Sexual ambiguity plagues butch Betty and dainty Wilma's friendship, as well. Casting Rosie O'Donnell as Betty was another brassy move on Spielrock's part. The cartoon Betty was shapely, alluring, and more than a little prissy. You never believed her as the wife of a workaday clod like Barney; she was way too sexy for him. That mismatch sapped the TV series of much of its credibility. Someone like O'Donnell is much more realistic. But when the Rubbles and the Flintstones use the flimsy pretext of economic necessity as an excuse to cohabitate, Wilma inexplicably decides to assert herself, at one point even hiring a personal trainer to mold those girlie curves into sinew. It's a subtle transformation that shifts the balance of power in the whole two-family dynamic. And Elizabeth Taylor as Wilma's obnoxious mother invokes the acid two-couple verbal sparring of Who's Afraid of Virginia Woolf? Director Levant is to be commended for both his ingenuity and his restraint in rendering this shattering metamorphosis.

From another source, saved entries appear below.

/// x = ±A^{3k}·y with the sign (−1)^k: brackets of isotopic diagrams (Reidemeister I).
bool equal_up_to_unit(const Poly& x, const Poly& y) {
  if (x.c.empty() || y.c.empty()) return x.c.empty() && y.c.empty();
  const int shift = x.c.begin()->first - y.c.begin()->first;
  if (shift % 3 != 0) return false;
  const std::int64_t sign = (shift / 3) % 2 == 0 ? 1 : -1;
  return x == Poly::monomial(shift, sign) * y;
}

/// |⟨L⟩(e^{iπ/4})|: all exponents are ≡ e₀ (mod 4) for a link diagram, and A⁴ = −1 there.
std::int64_t bracket_determinant(const Poly& x) {
  const int e0 = x.c.begin()->first;
  std::int64_t s = 0;
  for (const auto& [e, k] : x.c) {
    EXPECT_EQ(((e - e0) % 4 + 4) % 4, 0) << x.str();
    s += (((e - e0) / 4) % 2 == 0) ? k : -k;
  }
  return std::llabs(s);
}

/// Components from |⟨L⟩(1)| = 2^{c−1}.
int bracket_components(const Poly& x) {
  std::int64_t v = 0;
  for (const auto& [e, k] : x.c) v += k;
  v = std::llabs(v);
  int c = 1;
  while (v > 1) {
    EXPECT_EQ(v % 2, 0);
    v /= 2;
    ++c;
  }
  return c;
}

Fraction random_fraction(unsigned bits, std::mt19937_64& g) {
  for (;;) {
    const Integer p = testing::random_integer(bits, g), q = testing::random_integer(bits, g);
    if (p != 0 || q != 0) return Fraction(p, q);
  }
}

std::vector<Integer> random_twists(std::mt19937_64& g, int max_len, int max_abs) {
  const int len = std::uniform_int_distribution<int>(1, max_len)(g);
  std::vector<Integer> t;
  for (int i = 0; i < len; ++i) t.emplace_back(std::uniform_int_distribution<int>(-max_abs, max_abs)(g));
  return t;
}

std::string show(const std::vector<Integer>& t) {
  std::string s = "[";
  for (const Integer& a : t) s += (s.size() > 1 ? " " : "") + a.str();
  return s + "]";
}

// ---------------------------------------------------------------------------------------------

TEST(ErnstSumners, BracketOfTheSumDiagramMatchesTheFormulaAndNotTheMirror) {
  std::mt19937_64& g = rng();
  const int n = iterations(600);
  int decisive = 0;  // cases where the mirror's bracket differs
  for (int i = 0; i < n; ++i) {
    const std::vector<Integer> ts = random_twists(g, 4, 3), ss = random_twists(g, 4, 3);
    const Drawn t = draw(ts), s = draw(ss);
    SCOPED_TRACE("T = " + show(ts) + ", S = " + show(ss) + ", seed " + std::to_string(testing::seed()));
    // The drawn fractions are the library's twist values (Conway's order).
    ASSERT_EQ(Fraction(t.p, t.q), twist_value(ts));
    ASSERT_EQ(Fraction(s.p, s.q), twist_value(ss));
    const TwoBridgeLink link = numerator_closure_of_sum(twist_value(ts), twist_value(ss));
    const Poly sum = numerator(add(t.bracket, s.bracket));
    const Poly expected = numerator(draw_link(link).bracket);
    EXPECT_TRUE(equal_up_to_unit(sum, expected))
        << to_string(link) << ": " << sum.str() << " vs " << expected.str();
    const Poly mirrored = numerator(draw_link(link.mirror()).bracket);
    if (!equal_up_to_unit(sum, mirrored)) ++decisive;
    // Determinant and components from the bracket of the sum diagram.
    EXPECT_EQ(bracket_determinant(sum), link.determinant());
    EXPECT_EQ(bracket_components(sum), link.components());
  }
  // Most random sums are chiral, so the sign was really tested.
  EXPECT_GT(decisive, n / 2);
}

TEST(ErnstSumners, IntegerSummandAgreesWithRationalPath) {
  std::mt19937_64& g = rng();
  const int n = iterations(3000);
  for (int i = 0; i < n; ++i) {
    const Fraction f = random_fraction(40, g);
    const Integer m = testing::random_integer(30, g);
    const RationalTangle t(f), k = RationalTangle::integer(m);
    SCOPED_TRACE("F = " + to_string(f) + ", n = " + m.str());
    // N(T + [n]) = N([n] + T) = N(F + n).
    const TwoBridgeLink rational = closure(t.add_horizontal(m));
    EXPECT_TRUE(same_link(numerator_closure_of_sum(f, Fraction(m)), rational));
    EXPECT_TRUE(same_link(numerator_closure_of_sum(Fraction(m), f), rational));
    EXPECT_EQ(*TangleSum({t, k}).closure_two_bridge(), rational);
    EXPECT_EQ(*TangleSum({k, t, k}).closure_two_bridge(), closure(t.add_horizontal(2 * m)));
  }
}

TEST(ErnstSumners, SymmetricAndIndependentOfTheIntegerPlacement) {
  std::mt19937_64& g = rng();
  const int n = iterations(3000);
  for (int i = 0; i < n; ++i) {
    const Fraction x = random_fraction(50, g), y = random_fraction(50, g);
    const Integer m = testing::random_integer(20, g);
    SCOPED_TRACE(to_string(x) + " + " + to_string(y));
    const TwoBridgeLink l = numerator_closure_of_sum(x, y);
    // N(T + S) = N(S + T) (turn the picture over; rational tangles are flip-invariant).
    EXPECT_TRUE(same_link(l, numerator_closure_of_sum(y, x)));
    // Twists slide around the closure: N((T + [m]) + S) = N(T + (S + [m])).
    EXPECT_TRUE(same_link(numerator_closure_of_sum(x + Fraction(m), y),
                          numerator_closure_of_sum(x, y + Fraction(m))));
    // The mirror of the sum is the sum of the mirrors.
    EXPECT_TRUE(same_link(numerator_closure_of_sum(-x, -y), l.mirror()));
    // Determinant |ad + bc|, and TangleSum agrees.
    EXPECT_EQ(l.determinant(), abs(x.numerator() * y.denominator() + x.denominator() * y.numerator()));
    const TangleSum s({RationalTangle(x), RationalTangle(y)});
    EXPECT_EQ(s.determinant(), l.determinant());
    EXPECT_EQ(s.components(), l.components());
    EXPECT_TRUE(same_link(*s.closure_two_bridge(), l));
  }
}

TEST(ErnstSumners, TwoColumnPretzelIsOneTwistRegion) {
  for (int a = -12; a <= 12; ++a) {
    for (int b = -12; b <= 12; ++b) {
      if (a == 0 || b == 0) continue;
      const TwoBridgeLink l = *sum(RationalTangle::vertical(a), RationalTangle::vertical(b))
                                   .closure_two_bridge();
      // One column of a + b − 1 vertical twists beside one crossing [1] — a rational tangle.
      const Fraction one_column = Fraction(Integer(1), Integer(a + b - 1)) + Fraction(1);
      EXPECT_EQ(l, TwoBridgeLink::numerator_closure(one_column)) << a << " " << b;
      EXPECT_EQ(l, TwoBridgeLink(a + b, -1)) << a << " " << b;
    }
  }
  // The Hopf link N([1] + [1]) and the trefoil N(1/[2] + [1]) = b(3,2), the mirror of N([3]):
  // vertical twists of positive fraction have the opposite handedness to horizontal ones in a
  // closure (common practice for the standard 4-plat; D(1/[3]) = N([−3])).
  EXPECT_EQ(*sum(RationalTangle::integer(1), RationalTangle::integer(1)).closure_two_bridge(),
            TwoBridgeLink(2, 1));
  EXPECT_EQ(*sum(RationalTangle::vertical(2), RationalTangle::integer(1)).closure_two_bridge(),
            TwoBridgeLink(3, 2));
}

TEST(ErnstSumners, UnknotCriterion) {
  // Kauffman–Lambropoulou (arXiv:math/0601525): N(P/Q + R/S) is the unknot iff |PS + QR| = 1;
  // when it is, the bracket of the sum diagram is a unit.
  std::mt19937_64& g = rng();
  int unknots = 0;
  for (int i = 0; i < iterations(2000); ++i) {
    const std::vector<Integer> ts = random_twists(g, 3, 3), ss = random_twists(g, 3, 3);
    const Fraction x = twist_value(ts), y = twist_value(ss);
    const Integer det = abs(x.numerator() * y.denominator() + x.denominator() * y.numerator());
    const TwoBridgeLink l = numerator_closure_of_sum(x, y);
    EXPECT_EQ(l == TwoBridgeLink::unknot(), det == 1) << show(ts) << " + " << show(ss);
    if (det == 1) {
      ++unknots;
      const Poly b = numerator(add(draw(ts).bracket, draw(ss).bracket));
      EXPECT_EQ(b.c.size(), 1u) << b.str();
    }
  }
  EXPECT_GT(unknots, 10);
}

TEST(ErnstSumners, InfinitySummands) {
  // N([∞] + S) = D(S) = b(d, −c).
  for (const Fraction& s : {Fraction(7, 3), Fraction(-5, 2), Fraction(4), Fraction(0), Fraction::infinity()}) {
    const TwoBridgeLink l = numerator_closure_of_sum(Fraction::infinity(), s);
    EXPECT_EQ(l, TwoBridgeLink::denominator_closure(s)) << to_string(s);
    EXPECT_TRUE(same_link(numerator_closure_of_sum(s, Fraction::infinity()), l));
  }
  // N([∞] + [∞]) is the two-component unlink (a middle loop beside one big circle).
  const TangleSum ii({RationalTangle::infinity(), RationalTangle::infinity()});
  EXPECT_EQ(*ii.closure_two_bridge(), TwoBridgeLink::unlink());
  EXPECT_EQ(ii.components(), 2);
  EXPECT_EQ(ii.determinant(), 0);
  EXPECT_EQ(ii.components(Closure::denominator), 3);
  EXPECT_FALSE(ii.closure_two_bridge(Closure::denominator).has_value());
}

// ---------------------------------------------------------------------------------------------
// Any number of summands: determinants and components against the bracket of the diagram.

TEST(TangleSum, DeterminantsAndComponentsOfLongSumsMatchTheBracket) {
  std::mt19937_64& g = rng();
  const int n = iterations(400);
  for (int i = 0; i < n; ++i) {
    const int r = std::uniform_int_distribution<int>(1, 4)(g);
    std::vector<RationalTangle> parts;
    Bracket total;
    std::string text;
    for (int j = 0; j < r; ++j) {
      const bool infinity = std::uniform_int_distribution<int>(0, 15)(g) == 0;
      const std::vector<Integer> ts =
          infinity ? std::vector<Integer>{0, 0} : random_twists(g, 3, 3);
      const Drawn d = draw(ts);
      total = j == 0 ? d.bracket : add(total, d.bracket);
      parts.emplace_back(TwistSequence{ts});
      text += (j ? " + " : "") + show(ts);
    }
    SCOPED_TRACE(text + ", seed " + std::to_string(testing::seed()));
    const TangleSum s(parts);
    for (Closure which : {Closure::numerator, Closure::denominator}) {
      const Poly b = which == Closure::numerator ? numerator(total) : denominator(total);
      EXPECT_EQ(Integer(bracket_determinant(b)), s.determinant(which));
      EXPECT_EQ(bracket_components(b), s.components(which));
      if (auto l = s.closure_two_bridge(which)) {
        EXPECT_TRUE(equal_up_to_unit(b, numerator(draw_link(*l).bracket))) << to_string(*l);
        EXPECT_EQ(l->components(), s.components(which));
        EXPECT_EQ(l->determinant(), s.determinant(which));
      }
    }
    // D(T1 + ... + Tr) = D(T1) # ... # D(Tr): determinants multiply, components add minus r − 1.
    Integer det = 1;
    int comps = 1 - r;
    for (const RationalTangle& t : parts) {
      det *= closure(t, Closure::denominator).determinant();
      comps += closure(t, Closure::denominator).components();
    }
    EXPECT_EQ(s.determinant(Closure::denominator), det);
    EXPECT_EQ(s.components(Closure::denominator), comps);
  }
}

Sharply drawn interpersonal dynamics are just the tip of the Flintstones iceberg. Realizing he could never top the dramatic impact of the lifelike mechanical dinosaurs he utilized in Jurassic Park, Spielrock here wisely backs off and lets Jim Henson's Creature Shop shoulder some of the special-effects burden. This imbues The Flintstones with a Muppet Movie feel kids will love and provides some much-needed relief from the tense psychosexual fireworks. It should minimize the limiting Jurassic Park comparisons, too. The story line featuring Kyle MacLachlan as an evil executive who sets Fred up for a fall is a magnificent treatise on the perils of capitalism and the nobility of the proletariat that Karl Marx would have been proud to claim as his own. And the subplot where Halle Berry foolishly conspires with MacLachlan (only to have him betray her in the end) is a blistering attack on both racism and sexism in the workplace. Finally, as a meticulous reenactment of a watershed epoch in the history of man's evolution, The Flintstones is an invaluable historical document.
All in all it's a dazzling work, the most scintillating adaption of cartoon characters to the screen since Howard the Duck. To paraphrase President Clinton's evaluation of Spielrock's previous offering, I urge every American to see this film.